This raises the second possible, and arguably more plausible, interpretation of the facts: that those responsible for the immense losses of United States gold were fulfilling some plan other than the maintenance of American monetary stability. This may be styled "the ulterior-motive theory" of the gold loss.
As explanation of this kind also has great appeal where politicians and bureaucrats are involved. Here, moreover, it tends to fit and explain the facts better than "the stupidity theory" does. A strong and consistent undercurrent in the history of international finance and banking during the twentieth century has been the attempt by certain groups - predominantly centered in Europe, but with their allies in the United States - to create a "one-world" fiat (irredeemable) paper currency and a "one-world" central bank politically independent of, if not actually superior to, any nation or combination of nations. To achieve this goal, certain preliminaries were required: (i) To drive the world, and particularly the United States as the world's leading free-market economy, from the pre-World War I "Gold-coin standard" based on a single national paper currency. That was accomplished by the 1922 Genoa and the 1944 Bretton Woods Agreements, which elevated the Federal Reserve Note to the status of the unique "world reserve currency" under a form of the "gold-exchange standard." (ii) To destroy this national paper currency as a viable "world reserve currency," so as to justify the creation of a new "reserve" currency independent of any particular nation. That was accomplished by the systematic inflation of the Federal Reserve Note during the post-World War II period, destroying over 90% of its purchasing power, and creating monetary chaos world-wide. (iii) To prevent the United States from frustrating the establishment of a true "world currency" by itself returning, unilaterally, to a domestic "gold standard" of the pre-1933 type.
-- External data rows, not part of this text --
/**
 * The bits of a double, and exact scaling by powers of two. Everything here is fixed by ECMAScript
 * (IEEE 754 layout, integer operators), so it is the same in every engine.
 */

const cell = new Float64Array(1)
const words = new Uint32Array(cell.buffer)

/** Index of the word that holds sign and exponent: 1 on little-endian hosts. */
const HIGH = (() => {
  cell[0] = 1
  return words[1] === 0x3FF00000 ? 1 : 0
})()

const SMALLEST_EXPONENT = -1074
const LARGEST_EXPONENT = 1023

const powersOfTwo = (() => {
  const table = new Float64Array(LARGEST_EXPONENT - SMALLEST_EXPONENT + 1)
  for (let exponent = 0, power = 1; exponent <= LARGEST_EXPONENT; exponent++, power *= 2) table[exponent - SMALLEST_EXPONENT] = power
  for (let exponent = -1, power = 0.5; exponent >= SMALLEST_EXPONENT; exponent--, power *= 0.5) table[exponent - SMALLEST_EXPONENT] = power
  return table
})()

/**
 * High 32 bits of a double: sign, 11 bits of biased exponent, 20 bits of significand.
 * @param x any double.
 * @returns signed 32-bit integer.
 */
export function highWord(x: number): number {
  cell[0] = x
  return words[HIGH]! | 0
}

/**
 * The double x with its high 32 bits replaced.
 * @param x any double.
 * @param high new high word, signed 32-bit integer.
 * @returns the double of those bits.
 */
export function withHighWord(x: number, high: number): number {
  cell[0] = x
  words[HIGH] = high
  return cell[0]!
}

/**
 * The double x with its low 32 bits cleared: at most 21 significant bits, so that products of two are exact.
 * @param x any double.
 * @returns x cut towards zero.
 */
export function withoutLowWord(x: number): number {
  cell[0] = x
  words[1 - HIGH] = 0
  return cell[0]!
}

/**
 * A power of two, exactly.
 * @param exponent whole number, −1074 to 1023.
 * @returns 2^exponent.
 */
export function powerOfTwo(exponent: number): number {
  return powersOfTwo[exponent - SMALLEST_EXPONENT]!
}

/**
 * x·2^exponent, rounded once.
 * @param x a finite double of magnitude 1/4 to 4.
 * @param exponent whole number, −1100 to 1025.
 * @returns the scaled double; 0 or ±Infinity where it does not fit.
 */
export function scaleByPowerOfTwo(x: number, exponent: number): number {
  if (exponent > LARGEST_EXPONENT) return x * powersOfTwo[LARGEST_EXPONENT - SMALLEST_EXPONENT]! * powersOfTwo[exponent - LARGEST_EXPONENT - SMALLEST_EXPONENT]!
  if (exponent < -1021) return x * powersOfTwo[exponent + 100 - SMALLEST_EXPONENT]! * powersOfTwo[-100 - SMALLEST_EXPONENT]!
  return x * powersOfTwo[exponent - SMALLEST_EXPONENT]!
}
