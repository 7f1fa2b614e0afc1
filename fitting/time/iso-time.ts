/**
 * ISO 8601 dates and times: 2016-08-29, 2016-08-29T12:32, 2016-08-29T12:32:34.5Z, 2016-08-29T12:32:34+02:00. A blank may stand for T.
 * The calendar is Gregorian throughout, as the standard says. A date alone means its beginning, 0h.
 *
 * Source: ISO 8601:2004, 4.1 to 4.3.
 */
import { calendarFromJd, isCalendarDate, jdFromCalendar } from './calendar'

export const ISO_TIME_PROBLEMS = ['not-iso', 'no-such-date', 'no-such-time'] as const
export type IsoTimeProblem = (typeof ISO_TIME_PROBLEMS)[number]

/** A time as read. */
export type IsoTime
  = | { ok: true, jd: number, hasTime: boolean, hasZone: boolean }
    | { ok: false, problem: IsoTimeProblem }

const PATTERN = /^(\d{4})-(\d{2})-(\d{2})(?:[T ](\d{2}):(\d{2})(?::(\d{2}(?:\.\d{1,12})?))?\s?(Z|[+-]\d{2}:?\d{2})?)?$/i
const SECONDS_PER_DAY = 86400

/**
 * Reads an ISO 8601 date or time.
 * @param text the text, blanks around it ignored.
 * @returns the Julian date (of UTC where a zone is given, else of the scale it was written in), whether a time and a zone were there; or
 * what is wrong. Second 60 is read as the leap second, the beginning of the next minute.
 * Source: ISO 8601:2004, 4.1 to 4.3.
 */
export function readIsoTime(text: string): IsoTime {
  const match = PATTERN.exec(text.trim())
  if (!match) return { ok: false, problem: 'not-iso' }
  const [, year, month, day, hour, minute, second, zone] = match
  const date = { year: Number(year), month: Number(month), day: Number(day) }
  if (!isCalendarDate(date, 'gregorian')) return { ok: false, problem: 'no-such-date' }
  const seconds = secondsOfDay(Number(hour ?? 0), Number(minute ?? 0), Number(second ?? 0))
  const offset = zoneSeconds(zone)
  if (!(seconds >= 0) || !(Math.abs(offset) <= SECONDS_PER_DAY)) return { ok: false, problem: 'no-such-time' }
  const jd = jdFromCalendar(date, 'gregorian') + (seconds - offset) / SECONDS_PER_DAY
  return { ok: true, jd, hasTime: hour !== undefined, hasZone: zone !== undefined }
}

/** Seconds since 0h; NaN where there is no such time. 24:00 is the end of the day. */
function secondsOfDay(hour: number, minute: number, second: number): number {
  const isEndOfDay = hour === 24 && minute === 0 && second === 0
  const isLeapSecond = minute === 59 && second >= 60 && second < 61
  if ((hour > 23 && !isEndOfDay) || minute > 59 || (second >= 60 && !isLeapSecond)) return NaN
  return hour * 3600 + minute * 60 + second
}

/** Seconds east of Greenwich; NaN where there is no such zone. */
function zoneSeconds(zone: string | undefined): number {
  if (!zone || zone === 'Z' || zone === 'z') return 0
  const hours = Number(zone.slice(1, 3))
  const minutes = Number(zone.slice(-2))
  if (hours > 14 || minutes > 59) return NaN
  return (zone.startsWith('-') ? -1 : 1) * (hours * 3600 + minutes * 60)
}

/**
 * The day of a Julian date in ISO 8601.
 * @param jd JD, d, of the years 0 to 9999.
 * @returns yyyy-mm-dd in the Gregorian calendar; empty outside the range.
 * Source: ISO 8601:2004, 4.1.
 */
export function isoDateFromJd(jd: number): string {
  const { year, month, day } = calendarFromJd(jd, 'gregorian')
  if (!(year >= 0 && year <= 9999)) return ''
  return `${padded(year, 4)}-${padded(month, 2)}-${padded(Math.floor(day), 2)}`
}

/**
 * A Julian date in ISO 8601, rounded to the second.
 * @param jd JD of UTC, d, of the years 0 to 9999.
 * @returns yyyy-mm-ddThh:mm:ssZ in the Gregorian calendar; empty outside the range.
 * Source: ISO 8601:2004, 4.3.
 */
export function isoTimeFromJd(jd: number): string {
  const wholeSeconds = Math.round((jd + 0.5 - Math.floor(jd + 0.5)) * SECONDS_PER_DAY)
  const day = Math.floor(jd + 0.5) - 0.5 + (wholeSeconds === SECONDS_PER_DAY ? 1 : 0)
  const seconds = wholeSeconds === SECONDS_PER_DAY ? 0 : wholeSeconds
  const date = isoDateFromJd(day)
  if (date === '') return ''
  return `${date}T${padded(Math.floor(seconds / 3600), 2)}:${padded(Math.floor(seconds / 60) % 60, 2)}:${padded(seconds % 60, 2)}Z`
}

function padded(value: number, width: number): string {
  return String(value).padStart(width, '0')
}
Whether these steps were accomplished through the knowing, intentional actions of those officials of the United States government who oversaw and allowed the 1951-1971 drain of gold is as yet unknown, and must be considered supposition, not fact. But it is supposition well-based on facts, and supposition that the facts support more completely and convincingly than some other, alternative hypotheses. The explanation-that American officials purposefully sacrificed the interests of the United States to the agenda of foreigners bent on subordinating this country to a supranational financial oligarchy-is, of course ,distasteful. Yet the truth must be faced, palatable or not.
What, then, is the truth? We do not know, at least not completely. Who does? The individuals who were responsible for implementing, year after year, the policy that resulte din the loss of over half of this country's gold stock. How can the American people expose the truth? Only by demanding an investigation of those individuals and the policies they carried out. Whether this investigation proceeds under the auspices of the executive, legislative or judicial branch of the government, or at the national or state level, is not immediately consequential-so long as some inquiry begins, under circumstances in which witnesses are compelled to appear, produce documents and either testify or assert their constitutional privilege against self-incrimination.
The mystery of the huge loss of gold from the United States' stocks has gone on too long. And too much is at stake to allow it to remain a mystery any longer.